Amateur assumé de cinéma, jean prend un soin tout particulier à la confection de ses vidéos. Après nous avoir offert son pendant cinématographique, il passe dans un univers plus brut en forme de mini-documentaire pour la vidéo accompagnant ARTICULE!

La caméra de Arthur Bartoli le suit au plus près avec son comparse ju!es alors que les deux s’apprête à donner un concert à Lyon le soir même de la sortie de C’est quand même bizarre. On les suit au court de cette journée, entre le voyage en train, les balances, le concert, la rencontre avec les fans et la fête qui suit. Surtout, on réalise la grande complicité qui cimente cette équipe de pote qui se pousse mutuellement à aller plus loin.

Et après une boule noire et une maroquinerie complète, c’est désormais le Trabendo qui est en ligne de mire ainsi qu’une tournée partout en France.

De notre côté, on a eu le plaisir de retrouver jean pour discuter avec lui de son album et on vous partagera ça très prochainement !

8ruki – CRÉSILLE

8ruki nous offre une nouvelle extension de son projet PoweredByRuki. Et ce
volet-là, FREE IA, confirme la singularité de l’artiste. Le clip de CRÉSILLE, titre flatteur à son image aux intonations robotiques, reflète l’émerveillement de 8ruki pour toutes les tendances jugées has-been : le dab, l’emploi du terme swag, et, dans le clip, des hashtags clignotants en typographie brutale et grasse.

Les créations 8ruki-esques paraissent toujours fait maison et accessibles, dans leur spontanéité apparente. Mais en réalité, il débloque à chaque fois un nouveau niveau d’originalité. Les images distordues et le côté goofy qu’il revendique font de lui une perle rare.

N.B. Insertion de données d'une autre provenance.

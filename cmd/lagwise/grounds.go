package main

import (
	"context"
	"fmt"
	"io"

	"lagwise/lint/present"
	"lagwise/rules"
)

func grounds(_ context.Context, s streams, args []string) (int, error) {
	o := &options{}
	f := newFlags("grounds", s, o, "text", "json")
	if err := f.parse(args, o); err != nil {
		return exitFailed, err
	}
	if len(o.paths) > 1 {
		return exitFailed, &usageError{"grounds takes one word: a rule or a term"}
	}
	g := present.Grounds{}
	for _, r := range rules.All() {
		g.Rules = append(g.Rules, present.Rule{Name: r.Name, Severity: r.Severity.String(), Title: r.Title, Needs: r.Need.String(), Page: r.Page})
	}
	for _, t := range rules.Terms() {
		g.Terms = append(g.Terms, present.Term{Name: t.Term, Page: t.Page})
	}
	if len(o.paths) == 1 {
		word := o.paths[0]
		var near string
		if g, near = g.Only(word); g.Empty() {
			if near != "" {
				return exitFailed, fmt.Errorf("there is no rule or term %q; the nearest is %q", word, near)
			}
			return exitFailed, fmt.Errorf("there is no rule or term %q; lagwise grounds lists them", word)
		}
	}
	return exitFine, o.write(s, forms{
		"text": func(w io.Writer) error { return present.GroundsText(w, g, len(o.paths) == 1) },
		"json": func(w io.Writer) error { return present.GroundsJSON(w, present.NewHead(version, "", o.onDate), g) },
	})
}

Pas étonnant qu’il veuille libérer l’intelligence artificielle : elle ne pourra jamais égaler l’ovni intemporel qu’est 8ruki.

FYRS – WDYWB? feat. Kate Stables

Une association qui fait naitre l’émotion. Cette semaine FYRS est de retour avec un nouveau titre en collaboration avec Kate Stables. Les deux artistes sont connus pour leurs univers profonds et foisonnant et leur rencontre ne fait pas exception à cette règle.

WDYWB? est un morceau qui navigue entre structures folks et intonations électroniques, qui laisse ici et là exploser quelques percussions et qui met en avant les voix sublimes et caractéristiques de FYRS et de Kate Stables. WDYWB? est une quête intime, autant humaine qu’artistique, qui interroge sur ce que l’on est, et surtout ce que l’on a réellement envie d’être. Le morceau explore cette quête étrange et parfois libératrice, qui permet d’évoluer en adéquation avec soi même, loin des pressions et des injonctions d’une époque de plus en plus oppressante. Entêtant mais jamais agressif, le morceau effeuille peu à peu ses mystères pour nous inviter subtilement à nous questionner nous même.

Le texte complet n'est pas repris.